**The records**
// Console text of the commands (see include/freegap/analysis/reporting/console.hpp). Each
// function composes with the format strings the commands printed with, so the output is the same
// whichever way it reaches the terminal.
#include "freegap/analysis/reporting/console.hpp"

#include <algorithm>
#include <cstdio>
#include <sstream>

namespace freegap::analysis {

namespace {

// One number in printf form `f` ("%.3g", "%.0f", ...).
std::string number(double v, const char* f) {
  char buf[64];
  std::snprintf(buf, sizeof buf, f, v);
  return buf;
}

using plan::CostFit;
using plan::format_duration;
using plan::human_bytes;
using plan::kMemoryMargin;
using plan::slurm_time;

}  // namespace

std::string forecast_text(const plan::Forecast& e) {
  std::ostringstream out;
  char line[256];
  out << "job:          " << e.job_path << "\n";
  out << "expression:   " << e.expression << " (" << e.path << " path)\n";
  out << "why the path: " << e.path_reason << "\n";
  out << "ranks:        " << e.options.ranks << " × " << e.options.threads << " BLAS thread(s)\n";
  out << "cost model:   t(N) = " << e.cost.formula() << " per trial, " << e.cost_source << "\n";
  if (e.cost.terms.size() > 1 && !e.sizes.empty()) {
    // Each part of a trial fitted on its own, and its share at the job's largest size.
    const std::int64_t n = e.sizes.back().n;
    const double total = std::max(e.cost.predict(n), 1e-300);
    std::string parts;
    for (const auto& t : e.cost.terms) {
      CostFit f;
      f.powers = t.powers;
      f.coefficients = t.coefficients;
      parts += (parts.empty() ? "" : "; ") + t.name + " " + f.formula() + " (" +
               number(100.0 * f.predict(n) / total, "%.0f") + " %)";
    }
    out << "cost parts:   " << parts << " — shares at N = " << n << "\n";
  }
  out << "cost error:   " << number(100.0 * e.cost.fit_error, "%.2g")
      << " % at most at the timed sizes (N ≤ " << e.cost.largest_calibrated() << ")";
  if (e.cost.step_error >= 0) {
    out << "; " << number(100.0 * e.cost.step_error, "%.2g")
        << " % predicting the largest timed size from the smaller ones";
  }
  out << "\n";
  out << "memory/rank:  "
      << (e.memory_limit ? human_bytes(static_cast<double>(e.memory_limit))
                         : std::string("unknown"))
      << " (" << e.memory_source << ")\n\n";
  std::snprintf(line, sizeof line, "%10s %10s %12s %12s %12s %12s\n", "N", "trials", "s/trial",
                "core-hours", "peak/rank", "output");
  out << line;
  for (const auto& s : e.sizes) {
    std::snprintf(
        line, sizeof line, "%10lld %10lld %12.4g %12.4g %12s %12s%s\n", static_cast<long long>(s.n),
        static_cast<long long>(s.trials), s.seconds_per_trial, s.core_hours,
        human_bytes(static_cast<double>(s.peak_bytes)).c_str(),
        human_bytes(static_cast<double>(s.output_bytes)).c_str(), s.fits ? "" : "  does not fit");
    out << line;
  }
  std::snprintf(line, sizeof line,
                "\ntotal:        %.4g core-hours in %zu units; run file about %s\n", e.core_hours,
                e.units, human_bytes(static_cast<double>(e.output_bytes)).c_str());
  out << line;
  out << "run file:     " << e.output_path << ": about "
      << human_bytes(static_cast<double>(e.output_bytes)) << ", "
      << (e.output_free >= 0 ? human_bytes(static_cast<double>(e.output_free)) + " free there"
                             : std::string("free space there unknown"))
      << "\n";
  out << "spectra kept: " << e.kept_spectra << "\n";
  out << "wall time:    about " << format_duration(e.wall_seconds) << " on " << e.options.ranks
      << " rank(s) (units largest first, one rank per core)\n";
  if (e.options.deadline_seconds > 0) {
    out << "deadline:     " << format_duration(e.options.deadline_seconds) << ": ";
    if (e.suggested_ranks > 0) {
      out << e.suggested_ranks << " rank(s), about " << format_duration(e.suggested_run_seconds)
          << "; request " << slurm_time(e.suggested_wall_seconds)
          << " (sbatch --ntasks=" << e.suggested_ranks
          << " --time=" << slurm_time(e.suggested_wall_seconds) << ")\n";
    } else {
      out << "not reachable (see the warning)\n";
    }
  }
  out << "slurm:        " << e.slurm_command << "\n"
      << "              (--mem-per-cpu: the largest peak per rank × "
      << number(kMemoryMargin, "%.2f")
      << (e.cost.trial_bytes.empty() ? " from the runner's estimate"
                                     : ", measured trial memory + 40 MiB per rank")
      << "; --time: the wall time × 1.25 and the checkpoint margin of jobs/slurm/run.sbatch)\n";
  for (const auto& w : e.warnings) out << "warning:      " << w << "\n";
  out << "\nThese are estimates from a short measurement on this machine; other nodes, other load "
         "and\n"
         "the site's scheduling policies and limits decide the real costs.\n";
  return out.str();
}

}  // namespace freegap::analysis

**Instructions to follow**
Would you please copy exactly the part of the entries above that begins at the line containing "std::snprintf(buf, sizeof buf, f, v);" and ends at the line containing "if (e.cost.terms.size() >", both lines included?

**Result of the task**
  std::snprintf(buf, sizeof buf, f, v);
  return buf;
}

using plan::CostFit;
using plan::format_duration;
using plan::human_bytes;
using plan::kMemoryMargin;
using plan::slurm_time;

}  // namespace

std::string forecast_text(const plan::Forecast& e) {
  std::ostringstream out;
  char line[256];
  out << "job:          " << e.job_path << "\n";
  out << "expression:   " << e.expression << " (" << e.path << " path)\n";
  out << "why the path: " << e.path_reason << "\n";
  out << "ranks:        " << e.options.ranks << " × " << e.options.threads << " BLAS thread(s)\n";
  out << "cost model:   t(N) = " << e.cost.formula() << " per trial, " << e.cost_source << "\n";
  if (e.cost.terms.size() > 1 && !e.sizes.empty()) {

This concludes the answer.